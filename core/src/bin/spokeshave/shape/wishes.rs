//! Wishes on the command line, put over those of the job file.

use std::str::FromStr;

use spokeshave::job::{Aim, Held, Limits, RpmLimit, Wishes};
use spokeshave::rig::Rig;

use super::figures::{NAMES, figure_named};
use crate::input::{Stop, point_index};

/// Limits of the finished propeller; each takes the place of the job file's.
#[derive(clap::Args)]
pub(super) struct LimitArgs {
    /// Greatest propeller rpm at any flight point
    #[arg(long, value_name = "RPM")]
    rpm_most: Option<f64>,
    /// Propeller rpm at one flight point, from the least to the greatest; either may be left out
    #[arg(long, value_name = "POINT=LEAST..MOST")]
    rpm: Vec<RpmSpan>,
    /// Least propeller rpm standing at full throttle
    #[arg(long, value_name = "RPM")]
    standing_rpm_least: Option<f64>,
    /// Greatest helical Mach number of the tip
    #[arg(long, value_name = "MACH")]
    tip_mach_most: Option<f64>,
    /// Greatest diameter, mm
    #[arg(long, value_name = "MM")]
    diameter_most_mm: Option<f64>,
    /// Height of the shaft above the ground, mm
    #[arg(long, value_name = "MM")]
    shaft_height_mm: Option<f64>,
    /// What is to be left between tip and ground, mm
    #[arg(long, value_name = "MM")]
    ground_clearance_mm: Option<f64>,
    /// Width of the blank that blades and boss need, mm
    #[arg(long, value_name = "MM")]
    blank_width_mm: Option<f64>,
    /// Thickness of the blank that blades and boss need, mm
    #[arg(long, value_name = "MM")]
    blank_thickness_mm: Option<f64>,
    /// Least stress margin, limit over stress less 1; needs a job that names its wood
    #[arg(long, value_name = "MARGIN")]
    stress_margin_least: Option<f64>,
}

/// `POINT=LEAST..MOST`.
#[derive(Clone)]
struct RpmSpan(RpmLimit);

impl FromStr for RpmSpan {
    type Err = String;

    fn from_str(text: &str) -> Result<Self, String> {
        let wrong = || "allowed is POINT=LEAST..MOST, such as Cruise=2200..2600 or Climb=..2900".to_string();
        let (name, span) = text.rsplit_once('=').ok_or_else(wrong)?;
        let (least, most) = span.split_once("..").ok_or_else(wrong)?;
        let number = |s: &str| match s.trim() {
            "" => Ok(None),
            s => s.parse().map(Some).map_err(|_| wrong()),
        };
        let (least, most) = (number(least)?, number(most)?);
        Ok(Self(RpmLimit { flight_point: name.trim().into(), least, most }))
    }
}

impl LimitArgs {
    /// The job's limits with these in their place.
    pub(super) fn over(&self, rig: &Rig) -> Result<Limits, Stop> {
        let own = rig.job.wishes.clone().unwrap_or_default().limits;
        let mm = |value: Option<f64>, own: Option<f64>| value.map(|v| 1e-3 * v).or(own);
        let mut limits = Limits {
            rpm_most: self.rpm_most.or(own.rpm_most),
            standing_rpm_least: self.standing_rpm_least.or(own.standing_rpm_least),
            tip_mach_most: self.tip_mach_most.or(own.tip_mach_most),
            diameter_most_m: mm(self.diameter_most_mm, own.diameter_most_m),
            shaft_height_m: mm(self.shaft_height_mm, own.shaft_height_m),
            ground_clearance_m: mm(self.ground_clearance_mm, own.ground_clearance_m),
            blank_width_most_m: mm(self.blank_width_mm, own.blank_width_most_m),
            blank_depth_most_m: mm(self.blank_thickness_mm, own.blank_depth_most_m),
            stress_margin_least: self.stress_margin_least.or(own.stress_margin_least),
            rpm: own.rpm,
        };
        for RpmSpan(span) in &self.rpm {
            let index = point_index(rig, Some(&span.flight_point))?;
            let flight_point = rig.job.flight_points[index].name.clone();
            limits.rpm.retain(|l| l.flight_point != flight_point);
            limits.rpm.push(RpmLimit { flight_point, ..span.clone() });
        }
        checked(rig, &Wishes { limits: limits.clone(), ..Wishes::default() })?;
        Ok(limits)
    }
}

/// Refused where the job file's check would.
fn checked(rig: &Rig, wishes: &Wishes) -> Result<(), Stop> {
    let mut job = rig.job.clone();
    job.wishes = Some(wishes.clone());
    match job.check() {
        problems if problems.is_empty() => Ok(()),
        problems => Err(Stop::bad(problems.iter().map(ToString::to_string).collect::<Vec<_>>().join("\n"))),
    }
}

/// `POINT:FIGURE`, `POINT:FIGURE=WEIGHT`.
pub(super) fn aim(rig: &Rig, text: &str) -> Result<Aim, Stop> {
    let wrong = || Stop::bad(format!("--aim: {text}; allowed is POINT:FIGURE or POINT:FIGURE=WEIGHT"));
    let (point, rest) = text.rsplit_once(':').ok_or_else(wrong)?;
    let (name, weight) = rest.split_once('=').unwrap_or((rest, "1"));
    let index = point_index(rig, Some(point.trim()))?;
    let figure = figure_named(name.trim())
        .ok_or_else(|| Stop::bad(format!("--aim: {name}; allowed are {}", NAMES.join(", "))))?;
    let weight = weight.trim().parse().map_err(|_| wrong())?;
    let aim = Aim { flight_point: rig.job.flight_points[index].name.clone(), figure, weight };
    checked(rig, &Wishes { aims: vec![aim.clone()], ..Wishes::default() })?;
    Ok(aim)
}

/// What stays as drawn.
pub(super) fn held(text: &str) -> Result<Held, String> {
    let value = serde_json::Value::String(text.to_lowercase());
    serde_json::from_value(value).map_err(|_| "allowed are diameter, pitch, twist, chord".into())
}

=-=-=-=-=

*Exercise brief*
Scan the records for the string "LimitArgs" and report each line where it occurs.

*Expected answer*
pub(super) struct LimitArgs {
impl LimitArgs {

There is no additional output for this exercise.